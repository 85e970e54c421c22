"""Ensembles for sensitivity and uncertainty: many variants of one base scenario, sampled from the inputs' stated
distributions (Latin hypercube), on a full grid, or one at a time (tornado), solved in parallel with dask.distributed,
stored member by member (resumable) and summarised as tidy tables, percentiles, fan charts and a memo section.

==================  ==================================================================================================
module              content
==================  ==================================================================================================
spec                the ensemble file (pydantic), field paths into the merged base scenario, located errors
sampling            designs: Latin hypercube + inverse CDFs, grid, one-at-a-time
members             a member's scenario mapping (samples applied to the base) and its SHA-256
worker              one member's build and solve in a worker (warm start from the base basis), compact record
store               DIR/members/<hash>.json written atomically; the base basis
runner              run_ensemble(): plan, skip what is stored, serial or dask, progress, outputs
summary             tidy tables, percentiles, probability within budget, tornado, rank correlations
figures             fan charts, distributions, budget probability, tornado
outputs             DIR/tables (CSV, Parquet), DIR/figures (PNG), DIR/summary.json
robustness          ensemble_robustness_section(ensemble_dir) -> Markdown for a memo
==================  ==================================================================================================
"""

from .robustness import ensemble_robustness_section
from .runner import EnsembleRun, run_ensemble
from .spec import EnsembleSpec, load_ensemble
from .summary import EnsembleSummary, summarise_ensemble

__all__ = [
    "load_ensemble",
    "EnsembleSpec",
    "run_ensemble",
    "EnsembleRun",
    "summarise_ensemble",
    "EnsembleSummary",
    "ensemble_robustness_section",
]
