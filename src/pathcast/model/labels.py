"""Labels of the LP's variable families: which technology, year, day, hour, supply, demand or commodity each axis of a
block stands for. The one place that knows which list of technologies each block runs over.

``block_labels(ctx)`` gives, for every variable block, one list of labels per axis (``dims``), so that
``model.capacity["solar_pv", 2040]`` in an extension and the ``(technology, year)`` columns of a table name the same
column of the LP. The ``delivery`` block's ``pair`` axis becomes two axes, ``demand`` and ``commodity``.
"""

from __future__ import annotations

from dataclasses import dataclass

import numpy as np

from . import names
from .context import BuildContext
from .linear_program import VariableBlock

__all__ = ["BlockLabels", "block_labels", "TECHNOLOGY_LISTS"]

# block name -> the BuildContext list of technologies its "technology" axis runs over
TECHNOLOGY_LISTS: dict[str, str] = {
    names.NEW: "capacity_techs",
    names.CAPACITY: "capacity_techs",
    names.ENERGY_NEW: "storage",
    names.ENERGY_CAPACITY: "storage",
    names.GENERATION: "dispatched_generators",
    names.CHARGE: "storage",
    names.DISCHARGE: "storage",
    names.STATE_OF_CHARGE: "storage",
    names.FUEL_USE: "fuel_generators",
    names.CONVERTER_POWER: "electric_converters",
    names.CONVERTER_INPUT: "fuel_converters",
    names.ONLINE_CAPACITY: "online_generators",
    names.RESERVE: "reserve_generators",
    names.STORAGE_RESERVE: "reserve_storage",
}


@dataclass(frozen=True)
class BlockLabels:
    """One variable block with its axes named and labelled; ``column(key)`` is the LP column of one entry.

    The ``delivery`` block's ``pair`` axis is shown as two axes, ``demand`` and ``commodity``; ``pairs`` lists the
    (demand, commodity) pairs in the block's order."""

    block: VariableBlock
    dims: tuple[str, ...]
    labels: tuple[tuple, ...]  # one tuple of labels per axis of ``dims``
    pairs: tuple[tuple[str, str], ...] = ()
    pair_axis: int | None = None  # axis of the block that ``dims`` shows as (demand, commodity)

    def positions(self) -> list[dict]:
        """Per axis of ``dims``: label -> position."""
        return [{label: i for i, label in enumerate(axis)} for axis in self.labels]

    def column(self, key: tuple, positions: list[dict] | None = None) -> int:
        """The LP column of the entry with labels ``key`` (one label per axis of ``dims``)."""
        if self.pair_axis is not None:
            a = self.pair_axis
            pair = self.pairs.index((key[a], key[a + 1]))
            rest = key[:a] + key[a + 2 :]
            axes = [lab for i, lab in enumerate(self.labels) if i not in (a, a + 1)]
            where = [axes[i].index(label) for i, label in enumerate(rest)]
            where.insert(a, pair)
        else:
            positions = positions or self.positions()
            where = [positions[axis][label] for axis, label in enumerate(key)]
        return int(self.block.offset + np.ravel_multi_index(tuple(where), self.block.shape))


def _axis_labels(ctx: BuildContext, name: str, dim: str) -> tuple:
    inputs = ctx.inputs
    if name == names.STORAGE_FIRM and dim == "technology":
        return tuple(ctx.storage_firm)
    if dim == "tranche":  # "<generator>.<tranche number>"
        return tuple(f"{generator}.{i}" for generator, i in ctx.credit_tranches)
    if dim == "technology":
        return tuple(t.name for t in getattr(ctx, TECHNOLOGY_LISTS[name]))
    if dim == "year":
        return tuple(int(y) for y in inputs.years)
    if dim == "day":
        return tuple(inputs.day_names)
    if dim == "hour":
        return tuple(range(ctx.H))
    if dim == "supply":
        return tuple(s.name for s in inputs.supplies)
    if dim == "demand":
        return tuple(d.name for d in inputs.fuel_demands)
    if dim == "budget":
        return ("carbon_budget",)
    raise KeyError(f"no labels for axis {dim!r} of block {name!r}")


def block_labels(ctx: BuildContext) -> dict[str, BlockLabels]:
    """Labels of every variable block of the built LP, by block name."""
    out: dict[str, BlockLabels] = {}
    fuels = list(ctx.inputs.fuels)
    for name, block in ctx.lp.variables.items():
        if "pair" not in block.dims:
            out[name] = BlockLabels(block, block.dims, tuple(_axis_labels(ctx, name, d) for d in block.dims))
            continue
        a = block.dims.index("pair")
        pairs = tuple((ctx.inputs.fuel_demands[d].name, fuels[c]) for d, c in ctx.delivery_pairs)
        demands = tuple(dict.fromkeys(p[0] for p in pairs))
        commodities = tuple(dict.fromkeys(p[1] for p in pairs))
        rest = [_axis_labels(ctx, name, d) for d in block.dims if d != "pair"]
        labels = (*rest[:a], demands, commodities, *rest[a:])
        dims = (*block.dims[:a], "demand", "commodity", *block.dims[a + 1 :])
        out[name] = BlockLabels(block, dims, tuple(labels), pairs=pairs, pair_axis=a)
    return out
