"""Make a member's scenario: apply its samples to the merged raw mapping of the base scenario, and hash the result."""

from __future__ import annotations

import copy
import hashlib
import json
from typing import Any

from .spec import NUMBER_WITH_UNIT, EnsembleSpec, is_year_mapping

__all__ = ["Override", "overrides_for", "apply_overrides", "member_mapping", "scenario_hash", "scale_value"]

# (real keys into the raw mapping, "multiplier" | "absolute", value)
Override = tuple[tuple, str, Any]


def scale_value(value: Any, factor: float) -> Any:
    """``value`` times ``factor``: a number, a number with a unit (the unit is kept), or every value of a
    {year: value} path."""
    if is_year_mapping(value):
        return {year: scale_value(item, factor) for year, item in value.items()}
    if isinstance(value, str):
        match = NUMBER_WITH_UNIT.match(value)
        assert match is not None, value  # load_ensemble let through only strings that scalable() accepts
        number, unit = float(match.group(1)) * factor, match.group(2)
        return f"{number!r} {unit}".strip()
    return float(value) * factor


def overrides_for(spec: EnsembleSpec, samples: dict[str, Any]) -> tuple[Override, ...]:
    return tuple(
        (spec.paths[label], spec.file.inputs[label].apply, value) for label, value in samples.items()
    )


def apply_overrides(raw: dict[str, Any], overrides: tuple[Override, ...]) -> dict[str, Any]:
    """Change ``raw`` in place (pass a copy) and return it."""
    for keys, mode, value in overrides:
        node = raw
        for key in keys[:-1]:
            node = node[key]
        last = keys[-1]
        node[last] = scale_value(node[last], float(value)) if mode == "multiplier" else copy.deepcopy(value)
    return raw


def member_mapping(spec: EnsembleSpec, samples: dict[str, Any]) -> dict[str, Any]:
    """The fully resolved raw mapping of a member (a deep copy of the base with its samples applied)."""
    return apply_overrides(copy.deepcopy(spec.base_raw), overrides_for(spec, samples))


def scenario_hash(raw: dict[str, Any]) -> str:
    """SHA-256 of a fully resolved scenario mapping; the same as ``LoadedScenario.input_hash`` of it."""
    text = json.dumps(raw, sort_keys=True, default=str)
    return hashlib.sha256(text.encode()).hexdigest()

...

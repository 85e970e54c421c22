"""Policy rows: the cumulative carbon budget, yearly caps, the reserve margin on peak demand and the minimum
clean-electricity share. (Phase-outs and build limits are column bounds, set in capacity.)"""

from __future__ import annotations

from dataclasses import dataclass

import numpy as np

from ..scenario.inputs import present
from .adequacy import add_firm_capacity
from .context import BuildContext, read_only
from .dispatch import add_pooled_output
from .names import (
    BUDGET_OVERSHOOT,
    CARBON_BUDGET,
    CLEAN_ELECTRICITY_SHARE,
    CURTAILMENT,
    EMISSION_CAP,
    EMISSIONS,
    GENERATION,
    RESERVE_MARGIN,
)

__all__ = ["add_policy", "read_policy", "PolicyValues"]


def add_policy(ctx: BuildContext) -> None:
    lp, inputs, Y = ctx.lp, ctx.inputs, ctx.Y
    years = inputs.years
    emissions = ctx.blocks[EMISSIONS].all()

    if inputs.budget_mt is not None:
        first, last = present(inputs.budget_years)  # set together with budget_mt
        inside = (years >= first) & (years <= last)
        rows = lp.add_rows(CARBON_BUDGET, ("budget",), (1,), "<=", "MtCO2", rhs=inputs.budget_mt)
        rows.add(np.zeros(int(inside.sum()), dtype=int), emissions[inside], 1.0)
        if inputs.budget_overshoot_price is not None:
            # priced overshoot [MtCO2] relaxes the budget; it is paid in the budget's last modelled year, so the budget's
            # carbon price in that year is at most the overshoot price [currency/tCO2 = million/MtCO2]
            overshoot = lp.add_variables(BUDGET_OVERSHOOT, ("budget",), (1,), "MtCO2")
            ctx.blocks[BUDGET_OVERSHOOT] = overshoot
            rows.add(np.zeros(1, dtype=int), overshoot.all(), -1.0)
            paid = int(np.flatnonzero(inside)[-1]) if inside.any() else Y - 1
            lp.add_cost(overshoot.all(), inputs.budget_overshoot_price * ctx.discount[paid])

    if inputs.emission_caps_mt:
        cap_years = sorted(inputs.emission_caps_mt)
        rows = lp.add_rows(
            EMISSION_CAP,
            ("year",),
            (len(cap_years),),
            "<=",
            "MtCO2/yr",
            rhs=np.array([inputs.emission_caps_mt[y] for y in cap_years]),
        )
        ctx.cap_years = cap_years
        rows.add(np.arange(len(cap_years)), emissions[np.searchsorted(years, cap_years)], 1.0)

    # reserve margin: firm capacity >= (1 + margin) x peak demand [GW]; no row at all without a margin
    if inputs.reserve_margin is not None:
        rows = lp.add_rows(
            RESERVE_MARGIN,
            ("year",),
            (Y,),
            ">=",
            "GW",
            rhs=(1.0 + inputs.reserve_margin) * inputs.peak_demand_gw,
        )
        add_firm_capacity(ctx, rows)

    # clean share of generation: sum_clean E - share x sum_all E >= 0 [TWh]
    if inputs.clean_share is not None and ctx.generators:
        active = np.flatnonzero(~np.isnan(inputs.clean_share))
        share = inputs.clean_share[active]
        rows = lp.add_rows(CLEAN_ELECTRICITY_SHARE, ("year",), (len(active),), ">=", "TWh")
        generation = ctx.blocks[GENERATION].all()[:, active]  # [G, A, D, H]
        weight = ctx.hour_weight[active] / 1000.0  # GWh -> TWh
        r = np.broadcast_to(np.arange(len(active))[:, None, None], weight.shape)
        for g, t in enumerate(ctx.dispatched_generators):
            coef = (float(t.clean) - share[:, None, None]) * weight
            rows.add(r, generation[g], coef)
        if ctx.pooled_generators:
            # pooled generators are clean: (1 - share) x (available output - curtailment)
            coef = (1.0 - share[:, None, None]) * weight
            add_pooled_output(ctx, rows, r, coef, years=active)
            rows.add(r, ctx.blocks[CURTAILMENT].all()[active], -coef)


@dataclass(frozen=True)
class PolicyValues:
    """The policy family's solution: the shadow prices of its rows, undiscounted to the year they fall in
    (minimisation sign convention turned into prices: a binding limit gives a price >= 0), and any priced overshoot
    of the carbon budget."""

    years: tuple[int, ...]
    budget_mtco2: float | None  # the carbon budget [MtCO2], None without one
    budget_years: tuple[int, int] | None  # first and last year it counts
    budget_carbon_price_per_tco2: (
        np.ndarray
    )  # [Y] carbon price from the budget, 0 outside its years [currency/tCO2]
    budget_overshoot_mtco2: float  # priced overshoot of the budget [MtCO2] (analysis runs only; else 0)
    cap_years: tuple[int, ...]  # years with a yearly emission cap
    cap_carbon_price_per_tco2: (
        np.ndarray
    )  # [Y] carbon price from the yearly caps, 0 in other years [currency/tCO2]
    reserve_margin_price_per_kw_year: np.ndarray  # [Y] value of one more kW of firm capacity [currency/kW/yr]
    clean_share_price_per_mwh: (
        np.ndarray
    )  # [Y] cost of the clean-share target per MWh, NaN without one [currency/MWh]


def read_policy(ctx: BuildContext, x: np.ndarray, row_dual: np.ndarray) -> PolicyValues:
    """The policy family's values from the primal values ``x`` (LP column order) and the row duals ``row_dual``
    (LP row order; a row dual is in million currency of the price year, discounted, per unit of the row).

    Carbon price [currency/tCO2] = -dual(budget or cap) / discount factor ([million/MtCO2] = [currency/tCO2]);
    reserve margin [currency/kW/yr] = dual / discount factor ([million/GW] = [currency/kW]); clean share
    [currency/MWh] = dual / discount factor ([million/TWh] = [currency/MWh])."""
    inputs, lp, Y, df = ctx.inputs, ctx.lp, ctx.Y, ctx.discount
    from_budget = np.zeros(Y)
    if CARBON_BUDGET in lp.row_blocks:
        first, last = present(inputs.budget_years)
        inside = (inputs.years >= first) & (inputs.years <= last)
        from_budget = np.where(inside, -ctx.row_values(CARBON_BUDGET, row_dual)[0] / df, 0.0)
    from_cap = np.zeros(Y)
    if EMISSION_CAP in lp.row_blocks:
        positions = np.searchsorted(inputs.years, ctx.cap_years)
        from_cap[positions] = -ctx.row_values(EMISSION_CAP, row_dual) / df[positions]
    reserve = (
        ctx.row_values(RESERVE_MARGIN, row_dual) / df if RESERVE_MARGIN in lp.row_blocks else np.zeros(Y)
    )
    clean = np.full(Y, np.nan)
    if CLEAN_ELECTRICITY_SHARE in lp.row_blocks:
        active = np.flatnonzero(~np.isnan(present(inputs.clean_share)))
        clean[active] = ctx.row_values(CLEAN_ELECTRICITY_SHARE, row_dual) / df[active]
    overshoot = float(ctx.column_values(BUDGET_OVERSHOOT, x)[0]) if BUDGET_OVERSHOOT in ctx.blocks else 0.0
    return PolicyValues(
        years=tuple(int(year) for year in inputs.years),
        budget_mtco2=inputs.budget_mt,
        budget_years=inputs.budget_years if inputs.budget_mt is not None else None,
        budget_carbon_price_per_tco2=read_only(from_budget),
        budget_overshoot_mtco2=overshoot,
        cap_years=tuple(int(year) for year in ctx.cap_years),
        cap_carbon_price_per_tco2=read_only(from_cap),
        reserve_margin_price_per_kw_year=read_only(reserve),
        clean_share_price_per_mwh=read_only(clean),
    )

...

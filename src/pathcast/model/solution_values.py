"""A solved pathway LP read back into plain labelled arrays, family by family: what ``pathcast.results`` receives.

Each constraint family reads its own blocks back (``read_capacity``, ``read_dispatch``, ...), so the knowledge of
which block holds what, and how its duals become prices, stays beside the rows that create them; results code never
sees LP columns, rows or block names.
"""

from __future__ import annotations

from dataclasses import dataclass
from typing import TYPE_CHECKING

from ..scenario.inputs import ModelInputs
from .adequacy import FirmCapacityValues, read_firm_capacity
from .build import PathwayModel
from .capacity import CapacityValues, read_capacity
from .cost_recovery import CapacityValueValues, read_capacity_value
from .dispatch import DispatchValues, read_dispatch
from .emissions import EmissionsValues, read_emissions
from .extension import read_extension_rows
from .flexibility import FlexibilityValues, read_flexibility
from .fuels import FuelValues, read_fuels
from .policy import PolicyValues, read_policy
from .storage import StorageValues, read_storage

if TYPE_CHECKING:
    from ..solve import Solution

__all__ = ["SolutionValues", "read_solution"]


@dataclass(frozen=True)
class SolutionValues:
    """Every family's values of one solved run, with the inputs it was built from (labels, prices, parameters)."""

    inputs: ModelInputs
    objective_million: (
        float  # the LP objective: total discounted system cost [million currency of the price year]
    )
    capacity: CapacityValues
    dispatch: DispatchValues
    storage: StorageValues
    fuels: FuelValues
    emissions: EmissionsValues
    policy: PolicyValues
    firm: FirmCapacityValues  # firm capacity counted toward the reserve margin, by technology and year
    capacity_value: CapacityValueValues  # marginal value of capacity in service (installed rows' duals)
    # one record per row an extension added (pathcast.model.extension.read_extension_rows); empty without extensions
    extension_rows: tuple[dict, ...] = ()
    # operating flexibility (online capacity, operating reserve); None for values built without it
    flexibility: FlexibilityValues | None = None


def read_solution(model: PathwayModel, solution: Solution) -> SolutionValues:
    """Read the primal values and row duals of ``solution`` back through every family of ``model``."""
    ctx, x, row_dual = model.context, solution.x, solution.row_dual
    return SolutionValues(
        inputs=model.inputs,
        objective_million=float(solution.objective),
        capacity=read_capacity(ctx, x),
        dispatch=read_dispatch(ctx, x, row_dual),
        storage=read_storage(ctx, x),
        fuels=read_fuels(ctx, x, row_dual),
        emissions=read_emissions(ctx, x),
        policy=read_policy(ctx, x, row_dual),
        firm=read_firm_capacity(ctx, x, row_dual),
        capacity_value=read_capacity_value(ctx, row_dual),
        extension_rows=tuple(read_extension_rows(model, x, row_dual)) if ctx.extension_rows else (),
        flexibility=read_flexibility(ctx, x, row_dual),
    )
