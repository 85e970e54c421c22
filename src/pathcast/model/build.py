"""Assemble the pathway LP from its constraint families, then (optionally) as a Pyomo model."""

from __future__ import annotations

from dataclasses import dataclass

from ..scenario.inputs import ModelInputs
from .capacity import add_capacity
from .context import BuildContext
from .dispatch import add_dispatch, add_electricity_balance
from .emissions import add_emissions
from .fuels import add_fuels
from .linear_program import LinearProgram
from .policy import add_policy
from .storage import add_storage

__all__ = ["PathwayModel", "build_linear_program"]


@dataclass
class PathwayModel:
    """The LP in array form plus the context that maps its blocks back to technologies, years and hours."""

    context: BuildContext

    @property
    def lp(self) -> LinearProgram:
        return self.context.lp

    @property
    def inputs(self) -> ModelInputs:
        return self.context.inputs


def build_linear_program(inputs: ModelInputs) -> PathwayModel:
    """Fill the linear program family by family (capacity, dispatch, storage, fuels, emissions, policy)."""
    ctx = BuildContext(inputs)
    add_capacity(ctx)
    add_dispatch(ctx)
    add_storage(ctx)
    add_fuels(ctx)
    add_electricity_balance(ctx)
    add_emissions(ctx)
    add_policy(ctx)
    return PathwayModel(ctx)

■ Activity
Retype the records above, but only those lines that fall between the line containing "other years [currency/tCO2]" and the line containing "without one [currency/MWh]", with both of those lines included, exactly as written.

■ Response to the exercise
    )  # [Y] carbon price from the yearly caps, 0 in other years [currency/tCO2]
    reserve_margin_price_per_kw_year: np.ndarray  # [Y] value of one more kW of firm capacity [currency/kW/yr]
    clean_share_price_per_mwh: (
        np.ndarray
    )  # [Y] cost of the clean-share target per MWh, NaN without one [currency/MWh]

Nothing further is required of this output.